Chapter 1, Verse 1. This verse describes part of what God did on the first day; he created the heavens and earth on the first day, but they were yet formless (v. 2).

Verse 3. Light. God created light also on the first day, even though he didn’t create the physical sources of light until the fourth day. God was and is the eternal source of light.

Verse 4. Good. The word “good” can mean several different things. Here it does not likely refer to moral goodness but rather to ability to serve a particular function, or it could also mean beauty.

Verse 5. Day. In Hebrew, “day” with a number (as in “first day,” “second day,” etc.) always refers to a literal 24 hour period. God created the world in a literal six day week.

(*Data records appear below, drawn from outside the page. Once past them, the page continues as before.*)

import type { MigrationInterface, QueryRunner } from 'typeorm'
import type { ChecklistDefinition } from '../../shared/schemas/checklist'
import { countRun, dispositionOf } from '../../shared/record'

/**
 * Speed of the lists and the audit trail:
 * - `run_progress` keeps each run's counts (the one counting rule, shared/record `countRun`), written in the same
 *   statement as the save that changes them, so the run list reads a row per run instead of every reading of every run.
 *   A table of its own: an accepted run's row is frozen by trigger, its counts are written once and never again.
 * - The run list pages by (updated_at, id), newest first.
 * - The run's audit trail is found by `entity_id` (the run, or `run/field`, `run/step`) and by `after ->> 'runId'`.
 */
export class RunProgressAndAuditIndexes1764740000000 implements MigrationInterface {
  name = 'RunProgressAndAuditIndexes1764740000000'

  async up(q: QueryRunner): Promise<void> {
    await q.query(`CREATE TABLE run_progress (run_id uuid PRIMARY KEY REFERENCES run (id) ON DELETE CASCADE, progress jsonb NOT NULL)`)
    await q.query(`CREATE INDEX run_updated_at_id_idx ON run (updated_at DESC, id DESC)`)
    await q.query(`CREATE INDEX audit_event_entity_id_idx ON audit_event (entity_id text_pattern_ops)`)
    await q.query(`CREATE INDEX audit_event_after_run_id_idx ON audit_event ((after ->> 'runId'))`)
    await fillRunProgress(q)
  }

  async down(q: QueryRunner): Promise<void> {
    await q.query(`DROP INDEX audit_event_after_run_id_idx`)
    await q.query(`DROP INDEX audit_event_entity_id_idx`)
    await q.query(`DROP INDEX run_updated_at_id_idx`)
    await q.query(`DROP TABLE run_progress`)
  }
}

/** Counts every run that has none yet from its stored rows, 100 runs at a time; returns how many. */
export async function fillRunProgress(q: { query(sql: string, params?: unknown[]): Promise<unknown> }): Promise<number> {
  let after = '00000000-0000-0000-0000-000000000000'
  let filled = 0
  for (;;) {
    const runs = (await q.query(
      `SELECT r.id, v.definition FROM run r JOIN template_version v ON v.id = r.template_version_id
        WHERE r.id > $1 AND NOT EXISTS (SELECT 1 FROM run_progress p WHERE p.run_id = r.id) ORDER BY r.id LIMIT 100`,
      [after],
    )) as { id: string; definition: ChecklistDefinition }[]
    if (!runs.length) return filled
    const ids = runs.map((r) => r.id)
    const readings = (await q.query(
      `SELECT run_id, field_id, verdict, canonical_value, disposition, not_applicable, na_reason FROM reading WHERE run_id = ANY($1::uuid[])`,
      [ids],
    )) as { run_id: string; field_id: string; verdict: string; canonical_value: number | null; disposition: never; not_applicable: boolean; na_reason: string | null }[]
    const steps = (await q.query(
      `SELECT run_id, step_id, disposition, not_applicable, na_reason FROM run_step WHERE run_id = ANY($1::uuid[]) AND not_applicable`,
      [ids],
    )) as { run_id: string; step_id: string; disposition: never; not_applicable: boolean; na_reason: string | null }[]
    for (const run of runs) {
      const count = countRun(
        run.definition,
        readings
          .filter((r) => r.run_id === run.id)
          .map((r) => ({ fieldId: r.field_id, verdict: r.verdict, hasValue: r.canonical_value !== null, disposition: dispositionOf({ disposition: r.disposition, notApplicable: r.not_applicable, naReason: r.na_reason }) })),
        steps.filter((s) => s.run_id === run.id).map((s) => ({ stepId: s.step_id, disposition: dispositionOf({ disposition: s.disposition, notApplicable: s.not_applicable, naReason: s.na_reason }) })),
      )
      await q.query(`INSERT INTO run_progress (run_id, progress) VALUES ($1, $2) ON CONFLICT (run_id) DO NOTHING`, [run.id, JSON.stringify(count.totals)])
      filled += 1
    }
    after = runs[runs.length - 1].id
  }
}
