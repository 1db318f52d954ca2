import type { MigrationInterface, QueryRunner } from 'typeorm'

/** What the archive filters and searches on, copied onto the report when it is issued (it never changes after). */
export class ArchiveIndex1764662400000 implements MigrationInterface {
  name = 'ArchiveIndex1764662400000'

  async up(q: QueryRunner): Promise<void> {
    await q.query(`
      ALTER TABLE report
        ADD COLUMN project_id uuid REFERENCES project(id) ON DELETE RESTRICT,
        ADD COLUMN equipment_id uuid REFERENCES equipment(id) ON DELETE RESTRICT,
        ADD COLUMN template_id uuid REFERENCES checklist_template(id) ON DELETE RESTRICT,
        ADD COLUMN technician_id uuid REFERENCES app_user(id) ON DELETE SET NULL,
        ADD COLUMN accepted_at timestamptz,
        ADD COLUMN fail_count integer,
        ADD COLUMN marginal_count integer,
        ADD COLUMN open_finding_count integer,
        ADD COLUMN search tsvector`)
    await q.query(`CREATE INDEX report_archive_idx ON report (project_id, accepted_at DESC, id) WHERE status = 'ready'`)
    await q.query(`CREATE INDEX report_equipment_idx ON report (equipment_id, template_id, accepted_at)`)
    await q.query(`CREATE INDEX report_search_idx ON report USING gin (search)`)
  }

  async down(q: QueryRunner): Promise<void> {
    await q.query(`DROP INDEX report_search_idx`)
    await q.query(`DROP INDEX report_equipment_idx`)
    await q.query(`DROP INDEX report_archive_idx`)
    await q.query(`ALTER TABLE report DROP COLUMN project_id, DROP COLUMN equipment_id, DROP COLUMN template_id, DROP COLUMN technician_id,
      DROP COLUMN accepted_at, DROP COLUMN fail_count, DROP COLUMN marginal_count, DROP COLUMN open_finding_count, DROP COLUMN search`)
  }
}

Verses 11, 12, 21. Kind. God created all plants and animal species, showing that the theory that various creatures evolved across species lines in incorrect.

Verse 26, 27. Image. Adam and Eve were the only creatures God made in his own image, distinguishing them from all other creatures. The image of God includes self-consciousness, creativity, morality, and other communicable attributes of God that animals do not share with humans. Dominion. Since humans were the pinnacle of all of God’s creation, he set them as rulers of the rest of creation. Male and female. Man and woman are equal in essence and value but distinct from and complementary to one another physically and relationally.

Verse 28. Be fruitful and multiply. God blessed Adam and Eve by giving them the ability to fill the earth with offspring, to cultivate and enjoy what he had made, and to rule over it all.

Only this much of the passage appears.